Dans le contexte mouvementé des gilets jaunes, c’est sans doute la proximité avec les préoccupations de leurs administrés qui a conduit les maires ruraux à ouvrir des cahiers de doléances. Et cela dès début décembre, bien avant l’annonce du Grand débat national. À la clé : des dizaines de milliers de contributions.
Dans la synthèse présentée mi-janvier au président de la République, la question de la fracture territoriale arrive juste derrière les sujets sensibles de la justice sociale et fiscale. Face à un État central, jugé déconnecté des réalités rurales, les habitants des campagnes disent pourtant que « le mode de vie rural est porteur d’avenir » avec « des communes riches en humanité ». « Respectez-nous et venez nous voir », peut-on y lire.
Dans ces nombreuses contributions, l’agriculture et la Pac ne sont pas oubliées. Mais puisque dans le Grand débat aucun sujet n’est exclu, autant y porter aussi des revendications agricoles, que ce soit sur le revenu des actifs et des retraités, les contraintes administratives ou la Pac qui se délite. Rien de ce qui pourrait marquer l’esprit de nos gouvernants ne doit être négligé.

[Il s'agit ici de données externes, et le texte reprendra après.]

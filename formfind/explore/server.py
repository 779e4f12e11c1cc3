"""The local web server of `formfind explore` (Werkzeug: a well-kept WSGI toolkit with a threaded
development server and a test client, and nothing else to install).

Endpoints (JSON in and out, except the page, its two static files and the drawing):

    GET  /                 the page
    GET  /static/<name>    page.js, page.css (a fixed list; no path from the client reaches the disk)
    GET  /api/start        the case's starting settings, the controls' ranges, a study grid if one exists
    POST /api/answer       {"client": id, "seq": n, "settings": {...}}: the answer, or {"stale": true}
                           when a newer request of the same page has arrived meanwhile, or
                           {"ok": false, "error": "..."} (HTTP 422)
    POST /api/save         {"settings": {...}}: writes the case file into the output folder, says where
    POST /api/dxf          {"settings": {...}}: the DXF drawing of the found axis, as a download

Security: the server binds 127.0.0.1 unless told otherwise; it answers only requests whose Host is the
address it serves (no DNS rebinding) and refuses POSTs from another origin or not sent as JSON; bodies
over MAX_BODY_BYTES are refused (413); saves go only into the case's folder under the output folder,
under names the server chooses. Every setting passes the case file's own validation; a bad value is
answered with its one-line message and the server keeps serving.
"""

from __future__ import annotations

import json
import logging
import math
import threading
from importlib import resources
from pathlib import Path
from typing import Any

from werkzeug.exceptions import HTTPException
from werkzeug.wrappers import Request, Response

from formfind.errors import CaseError, FormfindError
from formfind.explore.answer import CAUTION, Explorer, error_answer
from formfind.explore.settings import PageSettings, parse_settings

MAX_BODY_BYTES = 16 * 1024  # the settings are a few hundred bytes
MAX_SAVED = 999
MAX_PAGES = 64  # open pages whose newest request number is remembered  # case files saved from the page into one folder
STATIC = {"page.js": "text/javascript; charset=utf-8", "page.css": "text/css; charset=utf-8"}
SECURITY_HEADERS = {
    "X-Content-Type-Options": "nosniff",
    "X-Frame-Options": "DENY",
    "Referrer-Policy": "no-referrer",
    "Cache-Control": "no-store",
    "Content-Security-Policy": "default-src 'self'; img-src 'self' data:; style-src 'self'; script-src 'self'; "
                               "connect-src 'self'; frame-ancestors 'none'",
}

log = logging.getLogger(__name__)


def _static(name: str) -> bytes:
    return resources.files("formfind.explore").joinpath("static", name).read_bytes()


def _json(data: Any, status: int = 200) -> Response:
    return Response(json.dumps(data, allow_nan=False, separators=(",", ":")), status=status,
                    mimetype="application/json")


def _range(value: float, low: float, high: float) -> dict[str, float]:
    return {"min": low * value, "max": high * value, "value": value}


class ExploreApp:
    """The WSGI application: one `Explorer` (one case file) and one output folder."""

    def __init__(self, explorer: Explorer, out_folder: Path,
                 hosts: tuple[str, ...] | None = ("127.0.0.1", "localhost")):
        """``hosts``: the names the page may be reached by (None: any, for a server bound elsewhere on
        purpose)."""
        from formfind.output import files

        self.explorer = explorer
        self.folder = Path(out_folder) / files.safe_name(explorer.case.name)
        self.hosts = hosts
        self._latest: dict[str, int] = {}  # the newest request number of each open page
        self._seq_lock = threading.Lock()
        self._save_lock = threading.Lock()

    # --------------------------------------------------------------------------------- WSGI
    def __call__(self, environ, start_response):
        request = Request(environ)
        request.max_content_length = MAX_BODY_BYTES
        try:
            response = self.dispatch(request)
        except HTTPException as exc:
            response = _json({"ok": False, "error": exc.description or exc.name}, exc.code or 400)
        for key, value in SECURITY_HEADERS.items():
            response.headers.setdefault(key, value)
        return response(environ, start_response)

    def dispatch(self, request: Request) -> Response:
        host = (request.host or "").rsplit(":", 1)[0].strip("[]")
        if self.hosts is not None and host not in self.hosts:
            return _json({"ok": False, "error": f"unknown host {host[:60]!r}: open the address the server printed"}, 421)
        routes = {("GET", "/"): self.page, ("GET", "/api/start"): self.start, ("POST", "/api/answer"): self.answer,
                  ("POST", "/api/save"): self.save, ("POST", "/api/dxf"): self.dxf}
        if request.method == "GET" and request.path.startswith("/static/"):
            return self.static(request.path[len("/static/"):])
        handler = routes.get((request.method, request.path))
        if handler is None:
            if any(path == request.path for _, path in routes):
                return _json({"ok": False, "error": f"{request.method} is not allowed on {request.path}"}, 405)
            return _json({"ok": False, "error": f"no such page: {request.path[:80]}"}, 404)
        if request.method == "POST":
            refused = self._refuse_post(request)
            if refused is not None:
                return refused
        return handler(request)

    def _refuse_post(self, request: Request) -> Response | None:
        if request.mimetype != "application/json":
            return _json({"ok": False, "error": "expected a JSON body (Content-Type: application/json)"}, 415)
        origin = request.headers.get("Origin")
        if origin is not None:
            netloc = origin.split("://", 1)[-1]
            port = (request.host or "").rsplit(":", 1)[-1]
            allowed = {request.host} | {f"{h}:{port}" for h in self.hosts or ()}
            if netloc not in allowed:
                return _json({"ok": False, "error": "requests from another site are refused"}, 403)
        length = request.content_length
        if length is not None and length > MAX_BODY_BYTES:
            return _json({"ok": False, "error": f"request body over {MAX_BODY_BYTES} bytes"}, 413)
        return None

    def _body(self, request: Request) -> dict[str, Any]:
        raw = request.get_data(cache=False)  # raises 413 past max_content_length
        if len(raw) > MAX_BODY_BYTES:
            raise CaseError("page", "", f"request body over {MAX_BODY_BYTES} bytes")
        try:
            body = json.loads(raw.decode("utf-8"), parse_constant=lambda name: math.nan)
        except (UnicodeDecodeError, json.JSONDecodeError, RecursionError) as exc:
            raise CaseError("page", "", f"expected a JSON object, got unreadable JSON ({str(exc)[:80]})") from None
        if not isinstance(body, dict):
            raise CaseError("page", "", f"expected a JSON object, got {type(body).__name__}")
        return body

    def _settings(self, body: dict[str, Any]) -> PageSettings:
        return parse_settings(body.get("settings", {}), self.explorer.start)

    # ------------------------------------------------------------------------------- endpoints
    def page(self, request: Request) -> Response:
        return Response(_static("index.html"), mimetype="text/html")

    def static(self, name: str) -> Response:
        if name not in STATIC:
            return _json({"ok": False, "error": f"no such file: {name[:80]}"}, 404)
        return Response(_static(name), content_type=STATIC[name])

    def start(self, request: Request) -> Response:
        e = self.explorer
        s = e.start
        span = s.span_m
        return _json({
            "ok": True,
            "case": e.case.name,
            "title": e.case.title,
            "file": Path(e.file).name,
            "settings": s.as_dict(),
            "ranges": {"rise_m": _range(s.rise_m, 0.25, 2.5) | {"min": 0.05 * span, "max": 0.6 * span},
                       "span_m": _range(span, 0.5, 2.0), "depth_m": _range(s.depth_m, 0.25, 3.0)},
            "governing": e.governing,
            "out_folder": str(self.folder),
            "study": self._study(),
            "caution": CAUTION,
        })

    def _study(self) -> list[dict[str, Any]] | None:
        """The points of a study of this case in the output folder (study.json), if there is one."""
        path = self.folder / "study.json"
        try:
            if not path.is_file() or path.stat().st_size > 20_000_000:
                return None
            points = json.loads(path.read_text(encoding="utf-8")).get("points", [])
        except (OSError, ValueError, AttributeError):
            return None
        keep = ("point", "span_m", "rise_m", "rise_over_span", "depth_m", "status", "peak_M_all_kNm",
                "max_thrust_kN", "buckling_factor", "worst_utilisation", "verdict", "reason")
        def short(value):
            return value[:300] if isinstance(value, str) else value

        return [{k: short(p.get(k)) for k in keep} for p in points if isinstance(p, dict)] or None

    def answer(self, request: Request) -> Response:
        try:
            body = self._body(request)
            seq = body.get("seq", 0)
            if isinstance(seq, bool) or not isinstance(seq, int):
                raise CaseError("page", "seq", "expected an integer request number")
            client = body.get("client", "")
            if not isinstance(client, str) or len(client) > 64:
                raise CaseError("page", "client", "expected the page's id (a short string)")
            settings = self._settings(body)
        except CaseError as exc:
            return _json(error_answer(exc), 422)
        with self._seq_lock:  # each open page numbers its own requests
            self._latest[client] = max(self._latest.pop(client, seq), seq)
            while len(self._latest) > MAX_PAGES:
                self._latest.pop(next(iter(self._latest)))
        try:
            with self.explorer.busy:
                if seq < self._latest.get(client, seq):  # a newer request of this page arrived meanwhile: drop it
                    return _json({"ok": True, "stale": True, "seq": seq})
                data = self.explorer.answer(settings)
        except FormfindError as exc:
            return _json(error_answer(exc, settings.as_dict()) | {"seq": seq}, 422)
        return _json(data | {"seq": seq})

    def save(self, request: Request) -> Response:
        from formfind.output import files

        try:
            settings = self._settings(self._body(request))
            text = self.explorer.toml(settings)
        except FormfindError as exc:
            return _json(error_answer(exc), 422)
        with self._save_lock:
            try:
                self.folder.mkdir(parents=True, exist_ok=True)
                stem = files.safe_name(self.explorer.case.name)
                for number in range(1, MAX_SAVED + 1):
                    path = self.folder / f"{stem}-explored-{number:03d}.toml"
                    if not path.exists():
                        break
                else:
                    return _json({"ok": False, "error": f"{self.folder}: already holds {MAX_SAVED} saved cases"}, 507)
                files.write_text(path, text)
            except OSError as exc:
                return _json({"ok": False, "error": f"{self.folder}: could not be written ({exc.strerror})"}, 500)
        return _json({"ok": True, "path": str(path), "name": path.name})

    def dxf(self, request: Request) -> Response:
        try:
            settings = self._settings(self._body(request))
            with self.explorer.busy:
                data = self.explorer.dxf(settings)
        except FormfindError as exc:
            return _json(error_answer(exc), 422)
        name = f"{self.explorer.case.name}-axis.dxf"
        return Response(data, mimetype="application/dxf",
                        headers={"Content-Disposition": f'attachment; filename="{name}"'})


def serve(explorer: Explorer, out_folder: Path, host: str, port: int, open_browser: bool,
          ready=None) -> None:
    """Serve the page until interrupted (Ctrl-C ends it cleanly). ``ready`` (optional) is called with
    the address once the server listens.

    Raises:
        OSError: if the address cannot be bound (the caller says so in one line).
    """
    from werkzeug.serving import make_server

    logging.getLogger("werkzeug").setLevel(logging.WARNING)  # no line per request in the terminal
    hosts = ("127.0.0.1", "localhost") if host in ("127.0.0.1", "localhost") else None
    app = ExploreApp(explorer, out_folder, hosts)
    server = make_server(host, port, app, threaded=True)
    url = f"http://{host}:{server.server_port}/"
    if ready is not None:
        ready(url)
    if open_browser:
        import webbrowser

        threading.Timer(0.3, webbrowser.open, args=(url,)).start()
    try:
        server.serve_forever()
    finally:
        server.server_close()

Pour certains, le débat sur l’agriculture a déjà eu lieu avec les États généraux de l’alimentation (EGA). C’est exact. Mais si l’objectif central de ces EGA était le juste partage de la valeur ajoutée au sein des filières, on s’aperçoit qu’il y a parfois loin de la coupe aux lèvres. Alors que la loi Egalim a été promulguée, les effets se font attendre. Le comportement des distributeurs, toujours engagés dans la guerre des prix, ne semble pas avoir beaucoup changé quand on voit, par exemple, la pression exercée sur le secteur du bio. Et si la construction des prix sur la base des coûts de production va dans le bon sens, la mise en pratique peut s’avérer très difficile dans certaines filières comme la viande bovine. Reste maintenant à attendre la publication de l’ordonnance sur les prix abusivement bas, censée faciliter les recours en justice. Si le ministre de l’Agriculture met en garde les distributeurs contre de mauvaises pratiques, seuls des contrôles efficaces et de véritables sanctions permettront d’aboutir à un meilleur partage de la valeur ajoutée. Bref, assurer aux agriculteurs de vivre correctement de leur travail, comme c’était l’objectif initial des EGA.
Comme quoi, il ne suffit pas de débattre. Pour arriver à ses fins, il faut rester vigilant et ne rien lâcher jusqu’à la mise en application définitive des mesures. Au risque sinon de pousser des « Oh ! » de dépit.